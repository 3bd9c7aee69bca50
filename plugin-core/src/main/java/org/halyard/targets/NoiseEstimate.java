package org.halyard.targets;

import java.util.Arrays;
import org.halyard.grid.Grid;

/**
 * A robust level and spread of a grid's values: the median and the scaled median absolute deviation.
 *
 * <p><b>Algorithm:</b> sigma = 1.4826 MAD, which equals the standard deviation for Gaussian values
 * (Hampel 1974, J. Am. Stat. Assoc. 69, 383-393). Targets cover a small fraction of a survey grid, so
 * they barely move either figure.
 *
 * <p><b>Limitations:</b> a grid where anomalies cover more than about half of the cells gives a noise
 * figure that is too high (picks are then missed, never invented).
 *
 * @param background median of the non-blank values, in the grid's unit (nT/m for the analytic signal)
 * @param sigma      1.4826 x median absolute deviation about the median, same unit
 */
public record NoiseEstimate(double background, double sigma) {

    /** Scale from the MAD to a Gaussian standard deviation (Hampel 1974). */
    static final double MAD_TO_SIGMA = 1.4826;

    /** The estimate over the non-blank cells of {@code grid}; refuses an all-blank grid. */
    public static NoiseEstimate of(Grid grid) {
        float[] v = grid.toArray();
        int n = 0;
        for (float f : v) {
            if (!Float.isNaN(f)) {
                v[n++] = f;
            }
        }
        if (n == 0) {
            throw new IllegalArgumentException("cannot estimate noise: every cell of the grid is blank");
        }
        double[] d = new double[n];
        for (int i = 0; i < n; i++) {
            d[i] = v[i];
        }
        double median = median(d);
        for (int i = 0; i < n; i++) {
            d[i] = Math.abs(d[i] - median);
        }
        return new NoiseEstimate(median, MAD_TO_SIGMA * median(d));
    }

    /** The level {@code background + k sigma}. */
    public double threshold(double k) {
        return background + k * sigma;
    }

    /** Median of {@code values}; sorts the array in place. */
    static double median(double[] values) {
        Arrays.sort(values);
        int n = values.length;
        return n % 2 == 1 ? values[n / 2] : 0.5 * (values[n / 2 - 1] + values[n / 2]);
    }
}
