package org.halyard.targets;

/**
 * How a dipole is fitted to the line samples around a pick.
 *
 * @param radiusM        samples within this horizontal distance of the start position are used, metres
 * @param background     the background fitted with the dipole
 * @param minSamples     fewer usable samples than this and no fit is attempted
 * @param maxIterations  Levenberg-Marquardt iteration cap
 * @param maxShiftFactor a fit landing farther from the analytic-signal peak than this times its depth below
 *                       the sensors (and more than 1 m) is rejected: the peak of the analytic signal lies
 *                       nearly over a compact source whatever its magnetisation (Roest et al. 1992)
 */
public record DipoleFitOptions(double radiusM, Background background, int minSamples, int maxIterations,
                               double maxShiftFactor) {

    /** What is fitted beside the dipole. */
    public enum Background {
        /** Nothing: the anomaly is the dipole alone. */
        NONE(0),
        /** A constant, nT. */
        CONSTANT(1),
        /** A plane a + b (x - x0) + c (y - y0), nT and nT/m: absorbs the flank of a neighbouring source. */
        PLANE(3),
        /** A quadratic surface, adding (x - x0)^2, (x - x0)(y - y0), (y - y0)^2 to the plane. */
        QUADRATIC(6),
        /**
         * The plane or the quadratic, whichever the Bayesian information criterion prefers (Schwarz 1978,
         * Annals of Statistics 6(2), 461-464): the quadratic only when the curvature of a neighbour's field
         * (a pipe or a stronger object a few metres off) is worth its three extra terms.
         */
        AUTO(-1);

        /** Number of background parameters. */
        final int terms;

        Background(int terms) {
            this.terms = terms;
        }
    }

    /** 6 m radius, plane or quadratic background by BIC, at least 20 samples, 200 iterations, shift up to half the depth. */
    public static final DipoleFitOptions DEFAULT = new DipoleFitOptions(6, Background.AUTO, 20, 200, 0.5);

    public DipoleFitOptions {
        if (!(radiusM > 0)) {
            throw new IllegalArgumentException("dipole fit radius must be positive metres, got " + radiusM);
        }
        if (background == null) {
            throw new IllegalArgumentException("dipole fit background must be NONE, CONSTANT, PLANE, QUADRATIC or AUTO");
        }
        if (minSamples < 8) {
            throw new IllegalArgumentException("a dipole fit needs at least 8 samples, got " + minSamples);
        }
        if (!(maxShiftFactor > 0)) {
            throw new IllegalArgumentException("dipole fit shift factor must be positive, got " + maxShiftFactor);
        }
        if (maxIterations < 1) {
            throw new IllegalArgumentException("dipole fit needs at least one iteration, got " + maxIterations);
        }
    }
}
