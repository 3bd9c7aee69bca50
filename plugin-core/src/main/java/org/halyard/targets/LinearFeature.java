package org.halyard.targets;

import java.util.Optional;
import org.locationtech.jts.geom.LineString;

/**
 * A cable, pipeline or chain seen as a ridge of the analytic signal.
 *
 * @param id        1-based number in the order found
 * @param line      the polyline, x easting and y northing in the grid's CRS, m
 * @param amplitude median analytic signal on the ridge cells, nT/m
 * @param depth     median Euler depth (structural index 2) below the observation level, m, positive down;
 *                  {@code NaN} when no window gave an accepted solution
 * @param asset     the matched infrastructure id, empty when uncharted
 */
public record LinearFeature(int id, LineString line, double amplitude, double depth, Optional<String> asset) {

    /** Length of the polyline, m. */
    public double lengthM() {
        return line.getLength();
    }

    /** Azimuth from the first to the last vertex, degrees clockwise from north, 0 to 180. */
    public double azimuthDeg() {
        var a = line.getCoordinateN(0);
        var b = line.getCoordinateN(line.getNumPoints() - 1);
        double az = Math.toDegrees(Math.atan2(b.x - a.x, b.y - a.y));
        return ((az % 180) + 180) % 180;
    }

    /** The same feature with depth {@code d} below the observation level, m, positive down ({@code NaN} unknown). */
    public LinearFeature withDepth(double d) {
        return new LinearFeature(id, line, amplitude, d, asset);
    }

    /** The same feature with the matched infrastructure id (empty when uncharted). */
    public LinearFeature withAsset(Optional<String> a) {
        return new LinearFeature(id, line, amplitude, depth, a);
    }
}
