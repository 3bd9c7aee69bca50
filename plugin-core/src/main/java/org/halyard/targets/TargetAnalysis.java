package org.halyard.targets;

import java.util.ArrayList;
import java.util.List;
import java.util.Optional;
import org.halyard.grid.Grid;
import org.halyard.grid.Progress;
import org.halyard.model.Dipole;
import org.locationtech.jts.geom.Coordinate;
import org.locationtech.jts.geom.GeometryFactory;
import org.locationtech.jts.geom.LineString;
import org.locationtech.jts.geom.Point;
import org.locationtech.jts.linearref.LengthIndexedLine;

/**
 * The target stage of the pipeline: from field grids and line samples to characterised targets and linear
 * features matched to charted infrastructure.
 *
 * <p><b>Algorithm:</b> linear features first ({@link LinearFeatureDetector}), each with a median Euler
 * depth (structural index 2) from stations every {@value #FEATURE_STEP_M} m along it and an asset match; a
 * ridge where fewer stations than {@link LinearFeatureOptions#minEulerShare} give an accepted depth is not a
 * line source (the texture of gridded, levelled lines) and is dropped with a note; then peaks
 * ({@link PeakPicker}). A peak within the label distance of a feature, and not much stronger than it, is
 * class {@code linear} (Euler SI 2, the feature's asset); any other is {@code discrete}: Euler SI 3, a
 * dipole fit to the line samples started from the Euler solution (the fields of stronger picks already
 * fitted removed first), a mass range from the moment, and the
 * nearest asset within the buffer. Position and depth come from the dipole fit where it succeeded, else
 * from Euler, else the pick.
 *
 * <p><b>Thread safety:</b> stateless.
 */
public final class TargetAnalysis {

    /** Spacing of Euler solutions along a linear feature, m. */
    static final double FEATURE_STEP_M = 5;

    private TargetAnalysis() {
    }

    /**
     * Runs the whole target stage.
     *
     * @param progress reports 0 to 100; cancellation throws {@link java.util.concurrent.CancellationException}
     * @return targets (x, y in the grids' CRS, depths in m positive down, amplitudes nT/m, moments A m2,
     *         masses kg) and features
     */
    public static TargetResult run(TargetInputs in, TargetOptions o, Progress progress) {
        Progress p = Progress.orNone(progress);
        List<String> notes = new ArrayList<>();
        Grid as = in.pickGrid();
        AssetMatcher matcher = new AssetMatcher(in.assets(), o.assetBufferM(), o.assetMinShare());
        List<LinearFeature> features = new ArrayList<>();
        List<LinearFeature> texture = new ArrayList<>();
        NoiseEstimate noise = NoiseEstimate.of(as);
        for (LinearFeature f : LinearFeatureDetector.detect(as, noise, o.linear(), p.slice(0, 30))) {
            double[] depths = stationDepths(in.grids(), f.line(), o.linearEuler());
            if (depths.length < o.linear().minEulerShare() * stationCount(f.line())) {
                texture.add(f);
                continue;
            }
            features.add(new LinearFeature(features.size() + 1, f.line(), f.amplitude(),
                    depths.length == 0 ? Double.NaN : NoiseEstimate.median(depths), matcher.match(f.line())));
        }
        GeometryFactory gf = new GeometryFactory();
        PeakPicker.Result peaks = PeakPicker.pick(as, noise, o.peaks(), p.slice(30, 40));
        // Maxima strung along a texture ridge are beads of that ridge: dropped like the ridge, unless they
        // stand out of it as an object on a cable does.
        List<Peak> list = peaks.peaks().stream()
                .filter(pk -> nearestFeature(pk, texture, o.linear(), gf).isEmpty()).toList();
        if (!texture.isEmpty()) {
            notes.add(String.format(java.util.Locale.ROOT, "%d analytic-signal ridge%s and the %d peaks along them"
                    + " dropped: Euler deconvolution (SI %.0f) accepted a depth at fewer than %.0f%% of the stations"
                    + " along each (not a line source: texture of the gridded lines)", texture.size(),
                    texture.size() == 1 ? "" : "s", peaks.peaks().size() - list.size(),
                    o.linearEuler().structuralIndex(), 100 * o.linear().minEulerShare()));
        }
        if (list.isEmpty()) {
            notes.add(String.format(java.util.Locale.ROOT,
                    "no peaks: the analytic signal nowhere exceeds the threshold %.4g nT/m (median %.4g + %.3g x noise %.4g)",
                    peaks.threshold(), peaks.noise().background(), o.peaks().thresholdFactor(), peaks.noise().sigma()));
        }
        if (in.bathymetry().isEmpty()) {
            notes.add(in.samples().size() > 0 && hasAltitude(in.samples())
                    ? "no bathymetry grid: burial from the sensor altitude"
                    : "no bathymetry grid and no sensor altitude: burial left empty");
        }
        if (in.samples().size() == 0) {
            notes.add("no line samples: no dipole fits, so no moments or masses");
        }
        List<Target> targets = new ArrayList<>();
        SampleIndex index = new SampleIndex(in.samples(), o.fit().radiusM());
        List<Dipole> fitted = new ArrayList<>();
        for (int k = 0; k < list.size(); k++) {
            p.slice(40, 100).report(100.0 * k / list.size());
            p.checkCanceled();
            Target t = characterise(k + 1, list.get(k), nearestFeature(list.get(k), features, o.linear(), gf),
                    in, index, o, matcher, fitted);
            t.fit().ifPresent(f -> fitted.add(f.dipole()));
            targets.add(t);
        }
        p.report(100);
        return new TargetResult(targets, features, peaks.noise(), peaks.threshold(), notes, o);
    }

    private static Target characterise(int id, Peak pk, Optional<LinearFeature> feature, TargetInputs in,
                                       SampleIndex index, TargetOptions o, AssetMatcher matcher, List<Dipole> fitted) {
        boolean linear = feature.isPresent();
        EulerOptions eo = linear ? o.linearEuler() : o.discreteEuler();
        Optional<EulerSolution> euler = linear
                ? EulerDeconvolution.solveAcross(in.grids(), pk.x(), pk.y(), strikeAt(feature.get().line(), pk.x(), pk.y()), eo)
                : EulerDeconvolution.solve(in.grids(), pk.x(), pk.y(), eo);
        Optional<DipoleFitResult> fit = linear || in.samples().size() == 0 ? Optional.empty()
                : fitDipole(pk, euler, in, index, o, near(fitted, pk, 4 * o.fit().radiusM()));
        double x = fit.map(f -> f.dipole().x()).orElse(euler.map(EulerSolution::x).orElse(pk.x()));
        double y = fit.map(f -> f.dipole().y()).orElse(euler.map(EulerSolution::y).orElse(pk.y()));
        double depth = fit.map(DipoleFitResult::depthBelowSensor).orElse(euler.map(EulerSolution::depth).orElse(Double.NaN));
        String method = fit.isPresent() ? "dipole-fit" : euler.map(e -> "euler-si" + (int) e.structuralIndex()).orElse("none");
        int[] near = index.near(x, y, o.fit().radiusM());
        Burial burial = Burial.of(in.bathymetry().orElse(null), x, y, depth,
                LineSamples.medianAt(in.samples().z(), near), LineSamples.medianAt(in.samples().altitude(), near));
        Optional<MassRange> mass = fit.map(f -> o.mass().massRange(f.dipole().moment(), in.fieldIntensityNt()));
        Optional<String> asset = linear ? feature.get().asset() : matcher.match(x, y);
        return new Target(id, x, y, linear ? TargetClass.LINEAR : TargetClass.DISCRETE, depth, method, burial,
                pk.amplitude(), euler, fit, mass, asset);
    }

    /** Start depths below the sensors tried from the pick besides the Euler solution, m. */
    static final double[] START_DEPTHS = {1.5, 3, 5};

    /**
     * The best fit from the Euler solution and from the pick at several depths, among those that land near
     * the peak (samples selected around the pick).
     */
    private static Optional<DipoleFitResult> fitDipole(Peak pk, Optional<EulerSolution> euler, TargetInputs in,
                                                       SampleIndex index, TargetOptions o, List<Dipole> known) {
        List<double[]> starts = new ArrayList<>();
        euler.ifPresent(e -> starts.add(new double[] {e.x(), e.y(), e.depth()}));
        starts.add(new double[] {pk.x(), pk.y(), o.startDepthM()});
        for (double d : START_DEPTHS) {
            starts.add(new double[] {pk.x(), pk.y(), d});
        }
        return DipoleFit.fit(index, in.field(), pk.x(), pk.y(), starts, o.fit(), known,
                r -> Math.hypot(r.dipole().x() - pk.x(), r.dipole().y() - pk.y())
                        <= Math.max(1, o.fit().maxShiftFactor() * r.depthBelowSensor()));
    }

    private static List<Dipole> near(List<Dipole> dipoles, Peak pk, double radius) {
        return dipoles.stream().filter(d -> Math.hypot(d.x() - pk.x(), d.y() - pk.y()) <= radius).toList();
    }

    /** The feature a peak lies on, if it is close enough and not much stronger than the feature. */
    static Optional<LinearFeature> nearestFeature(Peak pk, List<LinearFeature> features, LinearFeatureOptions o,
                                                  GeometryFactory gf) {
        Point pt = gf.createPoint(new Coordinate(pk.x(), pk.y()));
        LinearFeature best = null;
        double bestD = Double.POSITIVE_INFINITY;
        for (LinearFeature f : features) {
            double d = f.line().distance(pt);
            if (d <= o.labelDistanceM() && d < bestD && pk.amplitude() <= o.dominance() * f.amplitude()) {
                best = f;
                bestD = d;
            }
        }
        return Optional.ofNullable(best);
    }

    /** Number of Euler stations along a line: its ends and every {@value #FEATURE_STEP_M} m or so between. */
    static int stationCount(LineString line) {
        return Math.max(1, (int) Math.floor(line.getLength() / FEATURE_STEP_M)) + 1;
    }

    /**
     * Accepted Euler depths (m below the observation level, positive down) at the {@link #stationCount}
     * stations along the line, across its local strike.
     */
    static double[] stationDepths(FieldGrids grids, LineString line, EulerOptions eo) {
        LengthIndexedLine idx = new LengthIndexedLine(line);
        double len = line.getLength();
        int n = stationCount(line) - 1;
        List<Double> depths = new ArrayList<>();
        for (int i = 0; i <= n; i++) {
            Coordinate c = idx.extractPoint(len * i / n);
            EulerDeconvolution.solveAcross(grids, c.x, c.y, strikeAt(line, c.x, c.y), eo)
                    .ifPresent(s -> depths.add(s.depth()));
        }
        return depths.stream().mapToDouble(Double::doubleValue).toArray();
    }

    /** Azimuth of the line's segment nearest (x, y), degrees clockwise from north. */
    static double strikeAt(LineString line, double x, double y) {
        LengthIndexedLine idx = new LengthIndexedLine(line);
        double at = idx.project(new Coordinate(x, y));
        double len = line.getLength();
        double step = Math.min(1, 0.5 * len);
        Coordinate a = idx.extractPoint(Math.max(0, at - step));
        Coordinate b = idx.extractPoint(Math.min(len, at + step));
        return Math.toDegrees(Math.atan2(b.x - a.x, b.y - a.y));
    }

    private static boolean hasAltitude(LineSamples s) {
        for (double a : s.altitude()) {
            if (!Double.isNaN(a)) {
                return true;
            }
        }
        return false;
    }
}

──────────────────────────────

Copy the lines of the data above exactly as written, beginning with the line containing "euler.ifPresent(e -> starts.add(new" and ending with the line containing "return dipoles.stream().filter(d ->", and leave out all other lines.

        euler.ifPresent(e -> starts.add(new double[] {e.x(), e.y(), e.depth()}));
        starts.add(new double[] {pk.x(), pk.y(), o.startDepthM()});
        for (double d : START_DEPTHS) {
            starts.add(new double[] {pk.x(), pk.y(), d});
        }
        return DipoleFit.fit(index, in.field(), pk.x(), pk.y(), starts, o.fit(), known,
                r -> Math.hypot(r.dipole().x() - pk.x(), r.dipole().y() - pk.y())
                        <= Math.max(1, o.fit().maxShiftFactor() * r.depthBelowSensor()));
    }

    private static List<Dipole> near(List<Dipole> dipoles, Peak pk, double radius) {
        return dipoles.stream().filter(d -> Math.hypot(d.x() - pk.x(), d.y() - pk.y()) <= radius).toList();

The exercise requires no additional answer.